Exercise instructions: Using the records below, count the lines containing "describe" and give only the total.

Record set:
══════════════════════════════

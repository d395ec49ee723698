import { describe, expect, it } from 'vitest';
import { diffRevisions, isSame } from './diff';
import { sampleContent, sampleIon } from './sample';

const remark = (id: string) => ({
  ...{ id, anchor: 'ion' as const, spectrum: 0, ionId: 2, mz: 138.0662 },
  ...{ author: 'Reviewer', at: '2026-01-01T00:00:00.000Z', body: 'Seen in MS3 as well?', replies: [] }
});

describe('diffRevisions', () => {
  it('finds nothing between equal revisions', () => {
    expect(isSame(diffRevisions(sampleContent(), sampleContent()))).toBe(true);
  });

  it('names a changed formula with the claim before and after', () => {
    const after = sampleContent();
    after.ions[2] = { ...after.ions[2], formula: 'C6H8NO', state: 'confirmed' };
    expect(diffRevisions(sampleContent(), after).ions).toEqual([
      {
        ...{ ionId: 3, spectrum: 1, mz: 110.0713, kind: 'formula' },
        before: { state: 'proposed', formula: 'C5H8N3' },
        after: { state: 'confirmed', formula: 'C6H8NO' }
      }
    ]);
  });

  it('names changed states and reasons, in the order of spectrum and m/z', () => {
    const after = sampleContent();
    after.ions[3] = { ...after.ions[3], reason: 'electronic noise' };
    after.ions[1] = { ...after.ions[1], state: 'rejected' };
    const kinds = diffRevisions(sampleContent(), after).ions.map((c) => [c.ionId, c.kind]);
    expect(kinds).toEqual([
      [2, 'state'],
      [4, 'reason']
    ]);
  });

  it('names ions that came and went', () => {
    const after = sampleContent();
    after.ions.splice(0, 1, sampleIon(9, { mz: 83.06 }));
    expect(diffRevisions(sampleContent(), after).ions.map((c) => [c.ionId, c.kind])).toEqual([
      [9, 'added'],
      [1, 'removed']
    ]);
  });

  it('names changed facts and settings in words', () => {
    const after = sampleContent();
    after.settings.tolerance = { ppm: 5, mda: 1 };
    after.tree.formula = 'C9H14N2O3';
    expect(diffRevisions(sampleContent(), after).facts).toEqual([
      { what: 'formula of the molecule', before: 'C8H10N4O2', after: 'C9H14N2O3' },
      { what: 'mass window', before: 'by analyser', after: '5 ppm, at least 1 mDa' }
    ]);
  });

  it('tells remarks opened from remarks settled', () => {
    const [before, after] = [sampleContent(), sampleContent()];
    before.remarks = [remark('a'), remark('b')];
    after.remarks = [remark('b'), remark('c')];
    const diff = diffRevisions(before, after);
    expect([diff.remarksOpened[0].id, diff.remarksClosed[0].id]).toEqual(['c', 'a']);
  });
});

══════════════════════════════

Answer box: 2